Did she really expect him to tell her his thoughts? On a first date? “What brought you to Lincoln?” He picked at the crumbs on his plate.

She started talking again, seemingly mollified, and Noah glanced at his watch. If things went smoothly, he would drop her off at her apartment in an hour. There must be a lesson buried in this endless, waste-of-time evening. A reason why the only thing to catch and hold his attention was the jolt of electricity he’d felt when he realized Tricia Jamison was in the same room. He’d noticed her the moment she strode into the restaurant, looking as if she was about to head into battle. Something made her feel the need to take charge, yet she’d floundered for words during her conversation with her mother. He’d never seen her like that.

No, the Tricia he knew from a year ago would impress anyone. Poised, with every hair perfectly in place. And a mind that kept her words sharply on target.

“You did it again.” Indignation painted a mask on Lisle’s face.

“Did what?”

“Disappeared.” Lisle crossed her arms and leaned away from him. “If I’m uninteresting, you should take me home. Now.”

Noah felt a twinge of remorse. Maybe Lisle wasn’t his type, but still his mama had raised him to show better manners than ignoring his date. “Are you sure?”

“Yes.”

Noah waved the waitress over and settled the check. He threw the tip on the table, and helped Lisle into her jacket.
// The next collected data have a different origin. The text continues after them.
/* Reads one subject's table into the cells. Returns 0, or 1 after printing an error. */
static int load_table(group_ctx *g, size_t si, const char *path)
{
	static const char *const need[] = { "subject", "parcel", "split", "measure_task", "effect", "value" };
	int col[6], cvox, cloc;
	table t;
	sr_err e;
	size_t r, k;

	sr_err_init(&e, NULL, NULL);
	if (table_read(path, ',', &t, &e) != SR_OK) {
		if (e.code == SR_EIO) {
			warnf("%s (the subject is left out)", e.msg);
			g->subj[si].status = SUBJ_UNREADABLE;
			g->subj[si].reason = xstrdup(e.msg);
			return 0;
		}
		errf("%s", e.msg);
		return 1;
	}
	for (k = 0; k < 6; k++) {
		col[k] = table_col(&t, need[k]);
		if (col[k] < 0) {
			errf("%s: no column '%s' (a responses.csv has subject, parcel, split, "
			     "measure_task, effect, value)", path, need[k]);
			table_release(&t);
			return 1;
		}
	}
	cvox = table_col(&t, "n_voxels");
	cloc = table_col(&t, "localizer");   /* tables from before several localizers have none */
	if (t.nrows == 0)
		warnf("%s: the table has no rows", path);
	for (r = 0; r < t.nrows; r++) {
		const char *sub = table_cell(&t, r, (size_t)col[0]);
		const char *par = table_cell(&t, r, (size_t)col[1]);
		const char *spl = table_cell(&t, r, (size_t)col[2]);
		const char *tsk = table_cell(&t, r, (size_t)col[3]);
		const char *eff = table_cell(&t, r, (size_t)col[4]);
		double v, nv = NAN;
		int na;
		cell *c;

		if (table_number(&t, r, (size_t)col[5], &v, &na, 1, &e) != SR_OK ||
		    (cvox >= 0 && table_number(&t, r, (size_t)cvox, &nv, &na, 1, &e) != SR_OK)) {
			errf("%s", e.msg);
			table_release(&t);
			return 1;
		}
		if (strcmp(strip_sub(sub), g->subj[si].label) != 0) {
			errf("%s: line %zu, column %d (subject): '%s' in the table of subject '%s'",
			     path, t.line[r], col[0] + 1, sub, g->subj[si].label);
			table_release(&t);
			return 1;
		}
		for (k = 1; k < 5; k++)
			if (!*table_cell(&t, r, (size_t)col[k])) {
				errf("%s: line %zu, column %d (%s): empty", path, t.line[r],
				     col[k] + 1, need[k]);
				table_release(&t);
				return 1;
			}
		if (!tested_split(spl))
			continue;
		c = cell_get(g, strtab_add(&g->locs, cloc >= 0 ? table_cell(&t, r, (size_t)cloc) : ""),
			     strtab_add(&g->parcels, par), strtab_add(&g->splits, spl),
			     strtab_add(&g->tasks, tsk), strtab_add(&g->effects, eff), 1);
		if (c->seen[si]) {
			char lw[600] = "";

			if (cloc >= 0)
				snprintf(lw, sizeof lw, "localizer '%s', ", table_cell(&t, r, (size_t)cloc));
			errf("%s: line %zu: a second row for %sparcel '%s', split '%s', task '%s', "
			     "effect '%s'", path, t.line[r], lw, par, spl, tsk, eff);
			table_release(&t);
			return 1;
		}
		c->seen[si] = 1;
		c->v[si] = v;
		c->nvox[si] = nv;
	}
	table_release(&t);
	return 0;
}

static int load_subjects(group_ctx *g)
{
	size_t i;

	for (i = 0; i < g->nsubj; i++) {
		subject *s = &g->subj[i];
		char dir[4096], *path;
		struct stat st;

		if (s->status == SUBJ_EXCLUDED) {
			g->nexcluded++;
			continue;
		}
		snprintf(dir, sizeof dir, "sub-%s", s->label);
		{
			char *d = path_join(g->out, dir);

			path = path_join(d, "responses.csv");
			free(d);
		}
		if (stat(path, &st) != 0) {
			s->status = SUBJ_MISSING;
			size_t len = strlen(s->label) + 64;

			/* named relative to OUT: analyze runs this step on a snapshot folder */
			s->reason = xmalloc(len);
			snprintf(s->reason, len, "sub-%s/responses.csv: no such file", s->label);
			warnf("%s", s->reason);
		} else if (load_table(g, i, path) != 0) {
			free(path);
			return 1;
		}
		free(path);
		if (s->status == SUBJ_USED)
			g->nused++;
		else
			g->nmissing++;
	}
	if (g->nused == 0) {
		errf("%s: no subject's responses.csv could be read", g->out);
		return 1;
	}
	return 0;
}

/* ---- participants.tsv ---- */

/* The participants.tsv of the dataset OUT/dataset_description.json names (file:// URLs), or NULL. */
static char *participants_from_description(const char *out)
{
	char *dd = path_join(out, "dataset_description.json"), **urls = NULL, *found = NULL;
	size_t n = 0, i;
	sr_err e;
	struct stat st;

	sr_err_init(&e, NULL, NULL);
	if (stat(dd, &st) == 0 && jdoc_read_array_member(dd, "SourceDatasets", "URL", &urls, &n, &e) == SR_OK)
		for (i = 0; i < n && !found; i++)
			if (strncmp(urls[i], "file://", 7) == 0)   /* the raw dataset comes first */
				found = path_join(urls[i] + 7, "participants.tsv");
	strv_free_array(urls, n);
	free(dd);
	return found;
}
As they left his gaze settled on Tricia. There was a tension in the way she sat that he’d never noticed, not even during the trial. Then she’d held herself erect out of engagement. Here she’d steeled herself against some type of assault. As if she feared what might come next.

Could she be afraid of him?

The thought made him stumble and his stomach clenched against the meal he’d just eaten.

Their interactions played through his mind. He’d been hard on her the last few times they’d spoken. Maybe harder than he’d intended or the situation warranted. Had she been hurt by his actions and words? Tricia was so strong, always so much in control. If she were as on top of things as she’d seemed, why couldn’t she have protected him at the trial? That was the root of his anger, but now he started to wonder. Had he expected too much from her? Been unrealistic?

Was he part of the reason sadness shaded her eyes?

He helped Lisle into his truck, and rubbed his neck as he walked around to the driver’s side, trying to focus on her rather than Tricia. She didn’t make it easy, though. If she couldn’t find a mute switch, he’d have a full-blown headache before he dropped her off. Another reason not to date. It never worked for him.

Once he got home, Noah tossed his keys on a table. Maybe the way to get Tricia out of his mind was to figure out what had happened at her mom’s. Then he could move on and forget about her again. He’d done it once. It shouldn’t be harder the second time.